针对圆截面超燃冲压发动机相关实验进行数值仿真，采用了不同的壁面温度条件和差分格式，并探究其对仿真结果的影响规律。结果表明采用常用的绝热壁面边界条件会导致激波边界层交互位置处的回流区变大，进而导致流道收缩，壁面压力升高。采用高精度格式不仅不能更为精确地计算回流区的大小，反而会使回流区面积变得更大。通过改变壁面边界条件，采用300 K的等温壁面，可以使激波边界层交互位置处的回流区变得极小，使仿真结果与实验结果十分吻合。计算结果表明，针对当前构型与实验条件，盲目提高数值格式的精度并不一定会得到更好的结果，相反可能会使仿真与实验更加偏离，而适当修改壁面温度条件，即使数值格式精度较低，仍然可以得到很好的仿真结果。最后，针对与实验结果吻合的仿真结果，分析了圆截面超燃冲压发动机的流场特性，重点研究了凹腔剪切层及其质量交换特性。

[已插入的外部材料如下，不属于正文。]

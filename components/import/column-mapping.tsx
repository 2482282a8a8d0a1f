'use client';
import type { ColumnDef } from '@/lib/import/columns';
import type { ColumnMapping } from '@/lib/import/header';
import { inputClass } from '@/components/ui/field';

/** One select per column of the template: which file column holds it (or none). */
export function ColumnMappingForm({
  columns,
  headers,
  mapping,
  onChange,
  disabled,
}: {
  columns: readonly ColumnDef[];
  headers: string[];
  mapping: ColumnMapping;
  onChange: (next: ColumnMapping) => void;
  disabled?: boolean;
}) {
  return (
    <div className="grid gap-x-4 gap-y-2 sm:grid-cols-2 lg:grid-cols-3">
      {columns.map((c) => {
        const id = `map-${c.key}`;
        const value = mapping[c.key] ?? '';
        return (
          <div key={c.key} className="space-y-0.5">
            <label htmlFor={id} className="block text-xs font-medium text-ink" title={c.description}>
              <span className="font-mono">{c.key}</span>
              {c.required && <span className="text-bad"> *</span>}
            </label>
            <select
              id={id}
              className={inputClass}
              value={value}
              disabled={disabled}
              aria-invalid={c.required && !value ? true : undefined}
              onChange={(e) => onChange({ ...mapping, [c.key]: e.target.value === '' ? null : e.target.value })}
            >
              <option value="">— not in the file —</option>
              {headers.map((h, i) => (
                <option key={`${h}-${i}`} value={h}>
                  {h}
                </option>
              ))}
            </select>
          </div>
        );
      })}
    </div>
  );
}
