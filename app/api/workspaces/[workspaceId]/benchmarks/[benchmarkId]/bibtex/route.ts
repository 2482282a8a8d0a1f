import { workspaceRoute } from '@/lib/route';
import { AppError } from '@/lib/errors';
import { requireBenchmark } from '@/db/queries/benchmarks';
import { requireRevision, sourcesOfRevision } from '@/db/queries/revisions';
import { sourcesToBibtex } from '@/lib/benchmark/bibtex';
import { benchmarkRouteParams, revisionParam } from '@/lib/benchmark/route-params';

/** BibTeX of every source behind the pairs of a revision. */
export const GET = workspaceRoute('benchmarks:read', benchmarkRouteParams, async (request, ctx, params) => {
  const wanted = revisionParam(request);
  if (!wanted.ok) throw new AppError('bad-request', wanted.message);
  const bm = await requireBenchmark(ctx.workspace.id, params.benchmarkId);
  const revision = await requireRevision(ctx.workspace.id, bm.id, wanted.value);
  const bibtex = sourcesToBibtex(await sourcesOfRevision(ctx.workspace.id, revision.statistics));
  return new Response(bibtex || '% No sources: this revision has no pairs.\n', {
    headers: {
      'content-type': 'application/x-bibtex; charset=utf-8',
      'content-disposition': `attachment; filename="benchmark-r${revision.number}-sources.bib"`,
      'cache-control': 'private, no-store',
    },
  });
});
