'use client';
import Link from 'next/link';
import type { RowError } from '@/lib/import/errors';
import { Notice } from '@/components/ui/notice';
import { RowErrorTable } from './row-error-table';

export type UploadState<Outcome> =
  | { status: 'idle' }
  | { status: 'sending' }
  | { status: 'done'; outcome: Outcome }
  | { status: 'refused'; message: string; errors?: RowError[]; errorCount?: number; firstImportId?: string };

/** Posts the original file bytes to the workspace's import route; the server re-validates everything. */
export async function uploadImport<Outcome>(workspaceId: string, query: string, file: File): Promise<UploadState<Outcome>> {
  try {
    const res = await fetch(`/api/workspaces/${workspaceId}/imports?${query}`, { method: 'POST', body: file, headers: { 'content-type': 'text/csv' } });
    const body = await res.json();
    // 200: a catalogue import whose rows were all unchanged (nothing written).
    if (res.status === 201 || res.status === 200) return { status: 'done', outcome: body as Outcome };
    return { status: 'refused', message: body.detail ?? `HTTP ${res.status}`, errors: body.errors, errorCount: body.errorCount, firstImportId: body.firstImportId };
  } catch (e) {
    return { status: 'refused', message: `The upload failed: ${(e as Error).message}` };
  }
}

/** The server's refusal: its message, a link to the first import of the same file, and every row error. */
export function UploadRefused({ state, slug }: { state: Extract<UploadState<unknown>, { status: 'refused' }>; slug: string }) {
  return (
    <div className="space-y-2">
      <Notice tone="bad">
        {state.message}
        {state.firstImportId && (
          <>
            {' '}
            <Link href={`/w/${slug}/imports/${state.firstImportId}`}>Open the first import</Link>
          </>
        )}
      </Notice>
      {state.errors && state.errors.length > 0 && <RowErrorTable errors={state.errors} errorCount={state.errorCount ?? state.errors.length} />}
    </div>
  );
}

关键词： 冲压发动机; 壁面温度条件; 差分格式; 圆截面; 超声速

本文引用格式

马光伟 , 孙明波 , 赵国焱 , 李凡 , 梁昌海 , 陈慧锋 . 不同壁温及差分格式下超燃冲压发动机的仿真[J]. 航空学报, 2021 , 42(S1) : 726353 -726353 . DOI: 10.7527/S1000-6893.2021.26353

Abstract

In this paper, numerical simulation is carried out for circular scramjet with different wall temperature conditions and difference schemes, and their influence on the numerical results is investigated. The results show that the widely used adiabatic wall boundary condition will lead to the overestimation of the recirculation zone at the interaction position of shock and boundary layer; the flow path contracts and the wall pressure increases. Using high-precision difference scheme cannot calculate the size of recirculation area more accurately, would instead, aggravate the boundary layer separation. The recirculation zone at the interaction position of shock and boundary layer can be minimized when adopting the isothermal wall of 300 K. The simulation results are in good agreement with the experimental results. The numerical results show that for the current configuration, blindly improving the accuracy of the numerical scheme does not get better results. On the contrary, it could make the simulation deviate from the experiment. If the wall temperature conditions are properly modified, perfect simulation results can be obtained even if the accuracy of the numerical scheme is low. Finally, according to the simulation result which is consistent with the experiment, the flow field characteristics of circular scramjet are analyzed, with emphasis on the cavity shear layer and the mass exchange characteristics.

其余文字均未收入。